(Beginning of Data under study)

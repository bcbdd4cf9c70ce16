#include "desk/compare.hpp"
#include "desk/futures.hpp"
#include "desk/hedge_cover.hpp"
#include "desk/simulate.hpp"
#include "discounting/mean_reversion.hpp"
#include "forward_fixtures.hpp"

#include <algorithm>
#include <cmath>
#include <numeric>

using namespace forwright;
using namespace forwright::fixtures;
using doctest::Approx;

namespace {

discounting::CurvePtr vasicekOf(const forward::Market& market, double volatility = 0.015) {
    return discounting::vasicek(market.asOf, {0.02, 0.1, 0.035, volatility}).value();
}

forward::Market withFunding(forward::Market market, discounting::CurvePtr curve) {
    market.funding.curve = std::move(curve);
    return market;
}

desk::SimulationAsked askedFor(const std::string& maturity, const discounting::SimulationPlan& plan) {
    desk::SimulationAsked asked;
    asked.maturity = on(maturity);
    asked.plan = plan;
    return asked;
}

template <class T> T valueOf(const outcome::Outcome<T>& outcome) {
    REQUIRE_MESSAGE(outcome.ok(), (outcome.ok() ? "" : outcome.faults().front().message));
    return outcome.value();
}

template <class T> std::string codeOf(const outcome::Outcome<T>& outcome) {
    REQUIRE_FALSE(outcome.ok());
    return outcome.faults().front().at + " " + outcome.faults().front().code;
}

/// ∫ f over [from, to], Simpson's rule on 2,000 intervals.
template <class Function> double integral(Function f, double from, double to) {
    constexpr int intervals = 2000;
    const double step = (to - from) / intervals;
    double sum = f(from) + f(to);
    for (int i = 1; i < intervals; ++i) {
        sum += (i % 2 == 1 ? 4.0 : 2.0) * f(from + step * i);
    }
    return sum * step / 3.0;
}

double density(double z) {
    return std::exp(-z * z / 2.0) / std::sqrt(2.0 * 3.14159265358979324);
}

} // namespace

(End of Data under study)
(Beginning of Data under study)

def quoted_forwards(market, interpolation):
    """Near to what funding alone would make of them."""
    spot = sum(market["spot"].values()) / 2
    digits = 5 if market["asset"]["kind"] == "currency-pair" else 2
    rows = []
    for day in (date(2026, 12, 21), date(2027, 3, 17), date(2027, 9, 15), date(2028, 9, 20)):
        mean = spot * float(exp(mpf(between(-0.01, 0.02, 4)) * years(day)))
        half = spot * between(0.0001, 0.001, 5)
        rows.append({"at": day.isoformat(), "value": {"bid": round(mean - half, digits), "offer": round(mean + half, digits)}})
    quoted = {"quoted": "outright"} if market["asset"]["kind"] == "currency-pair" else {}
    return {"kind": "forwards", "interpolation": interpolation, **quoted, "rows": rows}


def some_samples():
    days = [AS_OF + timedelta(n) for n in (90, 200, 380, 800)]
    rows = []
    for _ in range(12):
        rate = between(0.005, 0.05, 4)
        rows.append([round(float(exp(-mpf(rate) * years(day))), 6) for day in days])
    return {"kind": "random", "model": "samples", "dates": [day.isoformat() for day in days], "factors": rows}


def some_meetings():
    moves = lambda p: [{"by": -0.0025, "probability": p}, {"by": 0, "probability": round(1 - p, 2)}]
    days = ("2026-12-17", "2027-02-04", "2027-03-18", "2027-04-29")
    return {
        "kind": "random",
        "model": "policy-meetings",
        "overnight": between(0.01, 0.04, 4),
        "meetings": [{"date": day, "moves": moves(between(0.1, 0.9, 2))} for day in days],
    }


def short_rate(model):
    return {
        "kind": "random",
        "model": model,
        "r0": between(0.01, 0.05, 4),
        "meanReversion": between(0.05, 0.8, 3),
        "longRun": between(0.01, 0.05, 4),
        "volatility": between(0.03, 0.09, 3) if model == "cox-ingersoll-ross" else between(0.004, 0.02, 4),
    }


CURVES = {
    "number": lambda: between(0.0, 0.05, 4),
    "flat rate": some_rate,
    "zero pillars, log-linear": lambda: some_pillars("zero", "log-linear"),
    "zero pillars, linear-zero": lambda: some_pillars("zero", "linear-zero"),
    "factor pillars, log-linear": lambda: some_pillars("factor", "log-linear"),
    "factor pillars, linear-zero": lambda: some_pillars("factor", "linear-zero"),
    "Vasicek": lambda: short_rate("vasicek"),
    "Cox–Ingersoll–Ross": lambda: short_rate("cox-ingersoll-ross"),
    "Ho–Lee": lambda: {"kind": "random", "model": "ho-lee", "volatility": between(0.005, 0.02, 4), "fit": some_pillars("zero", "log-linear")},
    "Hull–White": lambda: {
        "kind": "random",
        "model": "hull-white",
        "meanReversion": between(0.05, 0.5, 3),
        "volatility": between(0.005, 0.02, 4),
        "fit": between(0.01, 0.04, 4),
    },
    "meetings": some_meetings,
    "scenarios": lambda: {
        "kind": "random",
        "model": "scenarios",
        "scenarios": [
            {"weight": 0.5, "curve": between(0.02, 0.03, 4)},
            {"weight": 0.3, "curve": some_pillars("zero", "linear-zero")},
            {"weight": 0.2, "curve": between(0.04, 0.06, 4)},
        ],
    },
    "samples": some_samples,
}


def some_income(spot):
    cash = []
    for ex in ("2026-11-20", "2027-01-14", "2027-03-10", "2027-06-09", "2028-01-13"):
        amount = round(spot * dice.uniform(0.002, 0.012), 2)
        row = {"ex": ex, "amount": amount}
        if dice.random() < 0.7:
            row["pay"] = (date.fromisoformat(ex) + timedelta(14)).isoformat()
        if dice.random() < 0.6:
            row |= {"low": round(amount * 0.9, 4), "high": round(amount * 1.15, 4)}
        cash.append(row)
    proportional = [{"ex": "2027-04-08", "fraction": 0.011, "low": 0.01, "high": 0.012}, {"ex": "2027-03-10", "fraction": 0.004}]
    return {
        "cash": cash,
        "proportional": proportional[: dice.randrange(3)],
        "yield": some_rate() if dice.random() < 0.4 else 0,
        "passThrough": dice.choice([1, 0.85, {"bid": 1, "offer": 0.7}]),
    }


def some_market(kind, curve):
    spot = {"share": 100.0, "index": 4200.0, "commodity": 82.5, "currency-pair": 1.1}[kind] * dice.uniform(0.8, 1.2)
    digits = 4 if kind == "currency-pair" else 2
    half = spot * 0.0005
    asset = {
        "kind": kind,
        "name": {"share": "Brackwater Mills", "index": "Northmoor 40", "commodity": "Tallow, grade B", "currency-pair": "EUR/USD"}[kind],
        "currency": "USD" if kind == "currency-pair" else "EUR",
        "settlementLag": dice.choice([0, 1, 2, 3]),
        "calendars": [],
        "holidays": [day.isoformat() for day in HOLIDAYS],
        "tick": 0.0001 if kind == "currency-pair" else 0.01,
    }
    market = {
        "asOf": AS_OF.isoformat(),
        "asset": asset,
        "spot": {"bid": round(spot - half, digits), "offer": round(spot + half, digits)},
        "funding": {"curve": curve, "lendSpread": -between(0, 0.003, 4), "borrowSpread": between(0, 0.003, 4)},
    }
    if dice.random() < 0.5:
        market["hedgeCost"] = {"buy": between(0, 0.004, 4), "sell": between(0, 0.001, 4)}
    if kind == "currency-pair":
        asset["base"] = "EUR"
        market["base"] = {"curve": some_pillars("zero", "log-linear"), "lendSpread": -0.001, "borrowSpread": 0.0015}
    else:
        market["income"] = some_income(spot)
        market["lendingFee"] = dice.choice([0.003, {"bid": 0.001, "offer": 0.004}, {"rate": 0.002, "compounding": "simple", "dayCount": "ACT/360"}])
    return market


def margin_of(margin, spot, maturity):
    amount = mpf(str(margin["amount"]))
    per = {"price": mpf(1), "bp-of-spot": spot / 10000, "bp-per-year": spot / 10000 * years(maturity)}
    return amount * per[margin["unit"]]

(End of Data under study)
(Beginning of Data under study)

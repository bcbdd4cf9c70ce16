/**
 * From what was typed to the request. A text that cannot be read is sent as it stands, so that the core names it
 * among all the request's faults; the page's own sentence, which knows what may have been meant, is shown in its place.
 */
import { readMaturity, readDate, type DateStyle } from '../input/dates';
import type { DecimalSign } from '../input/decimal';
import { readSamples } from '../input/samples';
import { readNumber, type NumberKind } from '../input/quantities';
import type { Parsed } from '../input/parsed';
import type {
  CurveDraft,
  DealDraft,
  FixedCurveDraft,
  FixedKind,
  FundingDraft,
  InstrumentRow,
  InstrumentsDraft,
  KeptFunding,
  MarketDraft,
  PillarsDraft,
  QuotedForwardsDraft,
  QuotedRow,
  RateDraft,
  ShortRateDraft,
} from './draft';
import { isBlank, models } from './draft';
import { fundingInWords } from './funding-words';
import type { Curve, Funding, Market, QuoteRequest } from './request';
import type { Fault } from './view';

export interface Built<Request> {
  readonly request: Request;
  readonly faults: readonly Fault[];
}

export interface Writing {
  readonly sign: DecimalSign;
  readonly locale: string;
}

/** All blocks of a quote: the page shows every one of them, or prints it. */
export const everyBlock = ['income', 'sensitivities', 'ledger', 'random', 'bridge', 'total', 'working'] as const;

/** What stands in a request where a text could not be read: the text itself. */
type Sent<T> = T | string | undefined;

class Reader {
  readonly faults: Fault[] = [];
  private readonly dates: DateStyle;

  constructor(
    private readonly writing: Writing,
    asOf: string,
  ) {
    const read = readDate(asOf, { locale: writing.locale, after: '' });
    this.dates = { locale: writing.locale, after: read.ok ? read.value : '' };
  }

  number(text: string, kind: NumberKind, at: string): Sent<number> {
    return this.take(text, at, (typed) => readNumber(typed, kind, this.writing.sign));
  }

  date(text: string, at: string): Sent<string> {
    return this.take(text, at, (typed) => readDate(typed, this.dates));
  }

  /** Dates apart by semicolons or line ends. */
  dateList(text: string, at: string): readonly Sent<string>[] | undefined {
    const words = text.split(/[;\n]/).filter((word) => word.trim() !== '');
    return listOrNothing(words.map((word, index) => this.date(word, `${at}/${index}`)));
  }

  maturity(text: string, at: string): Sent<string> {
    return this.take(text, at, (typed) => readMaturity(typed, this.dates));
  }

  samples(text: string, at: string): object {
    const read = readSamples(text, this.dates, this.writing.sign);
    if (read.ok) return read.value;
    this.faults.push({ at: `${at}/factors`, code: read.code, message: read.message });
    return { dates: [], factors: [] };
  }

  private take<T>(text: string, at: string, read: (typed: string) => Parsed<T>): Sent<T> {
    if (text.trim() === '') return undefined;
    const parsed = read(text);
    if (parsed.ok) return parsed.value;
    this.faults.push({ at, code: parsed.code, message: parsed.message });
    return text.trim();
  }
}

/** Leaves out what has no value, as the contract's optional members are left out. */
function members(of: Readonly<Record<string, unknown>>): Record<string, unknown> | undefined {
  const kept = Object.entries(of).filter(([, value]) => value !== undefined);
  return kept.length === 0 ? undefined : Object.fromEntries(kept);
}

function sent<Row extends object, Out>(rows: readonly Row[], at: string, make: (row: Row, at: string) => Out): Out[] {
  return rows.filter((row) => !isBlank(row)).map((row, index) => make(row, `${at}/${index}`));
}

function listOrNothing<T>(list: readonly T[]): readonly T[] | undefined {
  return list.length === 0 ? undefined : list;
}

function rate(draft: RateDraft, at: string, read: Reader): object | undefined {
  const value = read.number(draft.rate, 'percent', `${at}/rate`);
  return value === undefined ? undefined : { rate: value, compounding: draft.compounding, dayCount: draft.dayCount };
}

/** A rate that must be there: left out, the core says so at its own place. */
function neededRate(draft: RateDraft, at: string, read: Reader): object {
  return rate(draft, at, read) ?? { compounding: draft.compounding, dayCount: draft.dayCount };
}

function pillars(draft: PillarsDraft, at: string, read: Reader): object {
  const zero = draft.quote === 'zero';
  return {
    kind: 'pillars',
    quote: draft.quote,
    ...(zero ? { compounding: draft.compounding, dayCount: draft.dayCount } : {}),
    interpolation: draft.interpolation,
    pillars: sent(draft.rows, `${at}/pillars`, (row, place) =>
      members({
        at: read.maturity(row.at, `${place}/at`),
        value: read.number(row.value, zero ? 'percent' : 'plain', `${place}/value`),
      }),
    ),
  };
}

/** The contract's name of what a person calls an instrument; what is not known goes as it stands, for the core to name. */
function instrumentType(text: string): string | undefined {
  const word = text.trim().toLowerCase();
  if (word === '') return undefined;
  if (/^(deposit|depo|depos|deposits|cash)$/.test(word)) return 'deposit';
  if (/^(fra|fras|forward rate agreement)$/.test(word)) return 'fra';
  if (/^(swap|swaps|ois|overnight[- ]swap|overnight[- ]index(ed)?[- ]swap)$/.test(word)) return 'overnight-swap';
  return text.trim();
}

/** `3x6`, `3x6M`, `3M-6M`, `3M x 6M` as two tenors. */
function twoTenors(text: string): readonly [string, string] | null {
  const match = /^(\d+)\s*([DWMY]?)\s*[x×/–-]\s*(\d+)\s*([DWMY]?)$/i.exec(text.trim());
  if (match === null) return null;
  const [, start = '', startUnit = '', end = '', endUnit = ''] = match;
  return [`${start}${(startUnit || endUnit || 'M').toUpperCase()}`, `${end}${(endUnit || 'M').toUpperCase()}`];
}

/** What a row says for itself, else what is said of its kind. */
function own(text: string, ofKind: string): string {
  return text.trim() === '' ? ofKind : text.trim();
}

(End of Data under study)

#### Problem description:
Working through the records, find each line containing the word "locale" and copy it.

#### Your response:
  readonly locale: string;
    const read = readDate(asOf, { locale: writing.locale, after: '' });
    this.dates = { locale: writing.locale, after: read.ok ? read.value : '' };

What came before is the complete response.